UDoctor may generate an alert on any code version below 5.2.1 (except for version 5.1.3.0.6.439) where the SP has been running for more than 240 days, and that alert will reference this KB article.
Cause
An SP panic may occur due to an integer overflow calculation leading to a 64-bit result being stored in a 32-bit variable.

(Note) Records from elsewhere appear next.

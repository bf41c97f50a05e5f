using System.IO.Compression;
using System.Text;

namespace ExprModel.Web.Workspace;

/// <summary>
/// The first lines of an uploaded table as text, for the Load page's preview before the table is read for real
/// (gzip is opened; at most <see cref="MaxPreviewBytes"/> are decoded, so a huge or hostile file costs nothing here).
/// </summary>
public static class TablePreview
{
    public const int MaxPreviewBytes = 64 * 1024;

    public static IReadOnlyList<string> FirstLines(byte[] bytes, string fileName, int count = 8) =>
        FirstLines(new MemoryStream(bytes, writable: false), fileName, count);

    /// <summary>The first lines of a file received to disk (an archive entry, a Matrix Market matrix).</summary>
    public static IReadOnlyList<string> FirstLines(ReceivedFile file, int count = 8) =>
        FirstLines(new FileStream(file.Path, FileMode.Open, FileAccess.Read, FileShare.Read), file.Name, count);

    private static IReadOnlyList<string> FirstLines(Stream raw, string fileName, int count)
    {
        using var s = OpenInflated(raw);
        var buffer = new byte[MaxPreviewBytes];
        int n = 0;
        try
        {
            int r;
            while (n < buffer.Length && (r = s.Read(buffer, n, buffer.Length - n)) > 0) n += r;
        }
        catch (InvalidDataException)
        {
            throw new Simulation.UserInputException($"{fileName}: the gzip data is damaged or truncated.");
        }
        if (n == 0) throw new Simulation.UserInputException($"{fileName}: the file is empty.");
        int nul = Array.IndexOf(buffer, (byte)0, 0, n);
        if (nul >= 0)
            throw new Simulation.UserInputException($"{fileName}: byte {nul + 1} is a NUL byte; this is not a text table (CSV or TSV, optionally gzip).");
        var text = new UTF8Encoding(false, false).GetString(buffer, 0, n).TrimStart('\uFEFF');
        return text.Split('\n').Take(count).Select(l => l.TrimEnd('\r')).Select(l => l.Length > 400 ? l[..400] + " …" : l).ToArray();
    }

    private static Stream OpenInflated(Stream raw)
    {
        Span<byte> magic = stackalloc byte[2];
        int n = raw.ReadAtLeast(magic, 2, throwOnEndOfStream: false);
        raw.Position = 0;
        return n == 2 && magic[0] == 0x1f && magic[1] == 0x8b ? new GZipStream(raw, CompressionMode.Decompress) : raw;
    }
}
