namespace ExprModel.Web.Workspace;

/// <summary>
/// A recorded value of one read-out for a model's target, in the read-out's unit (as <c>CellReadouts.Rows()</c> names it):
/// a cell's own value, or a group's mean over its recorded cells with their sample SD.
/// </summary>
/// <param name="Value">The cell's value, or the group's mean.</param>
/// <param name="Sd">The group's sample SD (null for a cell, and for fewer than 3 recorded cells, as the z-scores use it).</param>
/// <param name="Cells">Recorded cells behind the value (1 for a cell).</param>
/// <param name="Source">Where it came from: the features table's column, or "sweeps" (read-outs measured from the recorded sweeps).</param>
public sealed record RecordedValue(string Readout, string Unit, double Value, double? Sd, int Cells, string Source);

The issue is most likely to occur on a Unity XT 480, 680, or 880 array running Unity OE versions 5.1.0.0.5.394 through 5.2.0.0.5.173. This is due to changes within that code and the SP hardware used in those models, and how the code interacts with that hardware.
Resolution
Fix:
The fix first became available in Unity OE version 5.3. All current supported Unity OE releases include the fix. Please see KB article 70507 for a listing of current supported versions.
Workaround:
Proactively reboot the SP every 240 days to avoid an SP panic. Instructions to reboot an SP are available in the article: Unity: How to Reboot a Storage Processor (User Correctable).
Customers can issue an "uptime" command by connecting to an array using SSH and using the service account to get the SP runtime.
The example below shows uptime is 31 days.
04:30:01 service@xxx spa:~/user# uptime
04:30am up 31 days 3:41, 2 users, load average: 29.21, 29.45, 29.51
The UDoctor alert will refresh once per week unless the above Fix or Workaround is implemented. Dell Technologies recommends that customers upgrade to a current supported version of Unity OE code.